6. Under the facts of headnote 4, accused erroneously contended that the enactment of section 53-278.1 violated both the letter and spirit of section 52 of the Virginia Constitution, providing that no law shall embrace more than one object which shall be expressed in its title. Section 52 was not intended to apply to a general Code revision, but its purpose was to prevent the concealment of the real object of a particular statute when separate acts are passed. The adoption of a Code by general title is broad enough to cover any lawful enactment.

7. A retrospective criminal or penal law that does not deprive a person of some constitutional right to which he was entitled under the law at the time the offense was committed or alter his situation to his disadvantage is not ex post facto.

8. The prohibition against ex post facto laws has no application to changes which relate exclusively to the remedy or mode of procedure.

9. In the absence of statute, where the court must determine the punishment to be imposed, either on a finding of a jury or on a plea of guilty, it is correct practice to hear evidence in aggravation or mitigation of punishment.

10. In a trial, before verdict the issue is whether the defendant is guilty of the crime of which he is specifically accused, and the rules of evidence are designed to prevent the introduction of collateral issues and to prevent tribunals concerned solely with the issue of guilt of the particular offense from being influenced to convict for that offense by evidence that defendant has been guilty of other misconduct. But in the matter of sentence the task of the judge, within fixed statutory or constitutional limits, is to determine the type and extent of punishment after the issue of guilt has been determined, to the end that punishment should fit the offender and not merely the crime, and a sentencing judge can exercise a wide discretion in the sources and types of evidence used to assist him in determining the kind and extent of punishment to be imposed within limits fixed by law.

11. Under the facts of headnote 4, accused contended that section 53-278.1, which became effective July 1, 1948, would be an ex post facto law, forbidden by section 58 of the Virginia Constitution, if applied to his offense, which occurred and for which he was indicted in 1947. But his guilt was not denied, and at the conclusion of the evidence the only question involved was as to his punishment, and the trial court could, independently of statute, inquire into his record to assist it in determining the proper punishment to be imposed within the limits fixed by law, so that the effect of section 53-278.1 was to make mandatory a procedure which prior thereto had been permissive. Being a procedural statute, it did not violate the constitutional prohibition against ex post facto laws when applied to accused's case.

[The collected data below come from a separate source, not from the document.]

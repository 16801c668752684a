import type { EquipmentKind } from '../../../../shared/contracts/library';
import { STEP_KINDS, type StepKind } from '../../../../shared/contracts/step-kinds';

const ALL_KINDS = Object.keys(STEP_KINDS) as StepKind[];

/** A step that takes the plan's material: the plan's first step. */
export const isStartKind = (kind: StepKind) => STEP_KINDS[kind].materialKinds !== null;

/** Steps the analyst may add after the start (the start follows from the material). */
export const ADDABLE_STEP_KINDS: StepKind[] = ALL_KINDS.filter((kind) => !isStartKind(kind));

/** The step that starts a plan from a material of this kind. */
export const startKindFor = (materialKind: EquipmentKind): StepKind =>
  ALL_KINDS.find((kind) => STEP_KINDS[kind].materialKinds?.includes(materialKind)) ?? 'weighSolid';
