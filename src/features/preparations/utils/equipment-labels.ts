import type { EquipmentItem } from '../../../../shared/contracts/library';
import { molarMassOf, molarMassText } from '../../../../shared/contracts/material-composition-text';

const data = (item: EquipmentItem) => item.current.data as Record<string, unknown>;

/** The select option for a library item: its ID, what it is, and any flag in words. */
export function equipmentOptionLabel(item: EquipmentItem): string {
  const fields = data(item);
  const facts: string[] = [];
  if (item.kind === 'balance') facts.push(`d = ${fields.readabilityG} g`, `max ${fields.capacityG} g`);
  if (item.kind === 'flask' || item.kind === 'glass-pipette')
    facts.push(`${fields.nominalMl} mL`, `class ${fields.glassClass}`, `± ${fields.toleranceMl} mL`);
  if (item.kind === 'piston-pipette') facts.push(`${fields.minVolumeUl}–${fields.maxVolumeUl} µL`);
  if (item.kind === 'solid-material') {
    const molarMass = molarMassOf(fields);
    facts.push(String(fields.formula), ...(molarMass === undefined ? [] : [molarMassText(molarMass)]));
    facts.push(`purity ${fields.purity}`);
  }
  if (item.kind === 'solution-material')
    facts.push(`${fields.analyte} ${fields.certifiedValue} ${fields.certifiedUnit}`);
  const flags = item.flags.length > 0 ? ` — ${item.flags.join('; ')}` : '';
  return `${item.code} (${facts.join(', ')})${flags}`;
}

/** The material's hazard notes as QA recorded them ('' for equipment and materials without notes). */
export function hazardNotesOf(item: EquipmentItem | undefined): string {
  const notes = item ? data(item).hazardNotes : undefined;
  return typeof notes === 'string' ? notes.trim() : '';
}

/** The analyte a material states by default (its `analyte` field: Pb for lead nitrate, Se for the selenium standard). */
export function defaultAnalyteOf(item: EquipmentItem): string {
  const analyte = data(item).analyte;
  return typeof analyte === 'string' ? analyte : '';
}
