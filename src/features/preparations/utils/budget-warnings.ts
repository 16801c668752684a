import type { EquipmentItem } from '../../../../shared/contracts/library';
import type { Budget } from '../../../../shared/contracts/snapshot';
import { EQUIPMENT_CATEGORIES } from '../../../../shared/uncertainty/model-types';
import type { StoredWarning, Warning } from '../../../../shared/contracts/warnings';
import type { PlanDraft } from './plan-draft';

/** Above this share of the variance one step dominates the budget. */
const DOMINANT_STEP_PERCENT = 50;

/** A budget the planner shows, with its warnings as the lab policy kept them (a snapshot's `warnings`). */
export type ShownResult = { budget: Budget; warnings: readonly StoredWarning[] };

/**
 * The warnings the planner shows with a result: its own (minimum weight, as the policy kept them: for a stored
 * version the snapshot's list, never the budget's unfiltered one), a step contributing more than half of the
 * variance, and every flagged library item the plan uses (calibration due or overdue, expiring material).
 * A warning without a step index belongs to the whole plan; warning-text.ts gives the words.
 */
export function placedWarnings(
  shown: ShownResult | null,
  draft: PlanDraft,
  library: Map<string, EquipmentItem>,
): Warning[] {
  const budget = shown?.budget;
  const warnings: Warning[] = [...(shown?.warnings ?? [])];
  for (const group of budget?.byStep ?? []) {
    if (budget && group.indexPercent > DOMINANT_STEP_PERCENT && /^\d+$/.test(group.key)) {
      const index = Number(group.key);
      const stepKind = draft.steps[index]?.kind ?? null;
      warnings.push({
        code: 'dominantStep',
        stepIndex: index,
        params: {
          indexPercent: group.indexPercent,
          stepKind,
          lowerableByEquipment: lowerableByEquipment(budget, group.key),
        },
      });
    }
  }
  const material = library.get(draft.materialId);
  if (material && material.flags.length > 0)
    warnings.push({ code: 'flaggedItem', stepIndex: 0, params: { itemCode: material.code, flags: material.flags } });
  draft.steps.forEach((step, index) => {
    const item = library.get(step.equipmentId);
    if (item && item.flags.length > 0)
      warnings.push({ code: 'flaggedItem', stepIndex: index, params: { itemCode: item.code, flags: item.flags } });
  });
  return warnings;
}

/** Whether most of a step group's variance comes from what better equipment can lower (not the material's certificate). */
function lowerableByEquipment(budget: Budget, key: string): boolean {
  let equipment = 0;
  let material = 0;
  for (const row of budget.rows) {
    if (row.stepIndices.join('+') !== key) continue;
    if (EQUIPMENT_CATEGORIES.has(row.category)) equipment += row.contribution ** 2;
    else material += row.contribution ** 2;
  }
  return equipment >= material;
}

12. Under the facts of headnote 4, accused erroneously assigned as error the reference to a probation officer before he was found guilty. The time before sentence when such reference is made is not important. What is important is that accused shall be adjudged guilty only on evidence admissible on that issue, and before the court hears the probation officer's report, and the record in the case showed affirmatively that there was an adjudication of guilty before the report of the probation officer was presented to the court.

Error to a judgment of the Circuit Court of Augusta county. Hon. Floridus S. Crosby, judge presiding.

The opinion states the case.

Curry Carter, for the plaintiff in error.

J. Lindsay Almond, Jr., Attorney General, and C. Champion Bowles, Assistant Attorney General, for the Commonwealth.

BUCHANAN, J., delivered the opinion of the court.

The defendant was indicted for the rape of a 14-year-old girl (Code, 1942 (Michie), section 4414). Upon a plea of not guilty he waived a jury, was tried by the court (Const. of Va., section 8; Code, section 4900, as amended; Acts, 1948, ch. 338, p. 634), convicted and sentenced to 16 years in the penitentiary.

The evidence for the Commonwealth was that on Saturday, July 26, 1947, the prosecutrix had been attending picture shows in Staunton. About five o'clock that afternoon she met defendant, a man 37 years old, on a street...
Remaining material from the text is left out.